[Exercise brief]: Provide the number of lines in the entries below containing "change", with no further words.
═══ Source material ═══
package main

import (
	"context"
	"fmt"
	"maps"
	"slices"
	"strings"
	"time"

	pb "github.com/pulsefleet/pulsefleet/proto/pulsefleet/v1"
)

func init() {
	register(command{
		name: "labels",
		summary: `Set the operator's labels of one device on a running gateway (operator role).
The --label KEY=VALUE flags replace the labels set before (none removes them);
they add to the labels the device sends in its introduction and win over
one of the same key (at most 8, key 1..32 and value 0..64 characters). The
gateway audits the change; in a fleet on etcd every gateway applies it.`,
		run: runLabels,
	})
}

func runLabels(ctx context.Context, args []string, s stdio) error {
	var cf clientFlags
	fs := newFlagSet("labels", "--gateway ADDR --device ID [--label KEY=VALUE ...] [--reason TEXT]", s.err)
	cf.register(fs)
	device := fs.String("device", "", "device id (required)")
	reason := fs.String("reason", "", "why, for the audit log (at most 500 characters)")
	var given stringList
	fs.Var(&given, "label", "KEY=VALUE; repeat for several (none removes the device's operator labels)")
	if err := parseFlags(fs, args); err != nil {
		return err
	}
	if *device == "" {
		return usagef("--device: required")
	}
	labels := map[string]string{}
	for _, a := range given {
		k, v, ok := strings.Cut(a, "=")
		if !ok || k == "" {
			return usagef("--label: %q, want KEY=VALUE", a)
		}
		if _, dup := labels[k]; dup {
			return usagef("--label: key %q given twice", k)
		}
		labels[k] = v
	}
	addrs, err := cf.addrs()
	if err != nil {
		return err
	}
	if len(addrs) != 1 {
		return usagef("--gateway: %d addresses, want one (a fleet on etcd applies the change on every gateway)", len(addrs))
	}
	conn, err := cf.dial(addrs[0])
	if err != nil {
		return err
	}
	defer conn.Close()
	cctx, cancel := context.WithTimeout(cf.ctx(ctx), 30*time.Second)
	defer cancel()
	resp, err := pb.NewAdminServiceClient(conn).SetDeviceLabels(cctx, &pb.SetDeviceLabelsRequest{DeviceId: *device, Labels: labels, Reason: *reason})
	if err != nil {
		return fmt.Errorf("gateway %s: %w", addrs[0], err)
	}
	if len(resp.GetLabels()) == 0 {
		fmt.Fprintf(s.out, "device %s: operator labels removed\n", safeText(*device))
		return nil
	}
	var parts []string
	for _, k := range slices.Sorted(maps.Keys(resp.GetLabels())) {
		parts = append(parts, safeText(k)+"="+safeText(resp.GetLabels()[k]))
	}
	fmt.Fprintf(s.out, "device %s: operator labels %s\n", safeText(*device), strings.Join(parts, " "))
	return nil
}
═══
[Reply to the exercise]: 2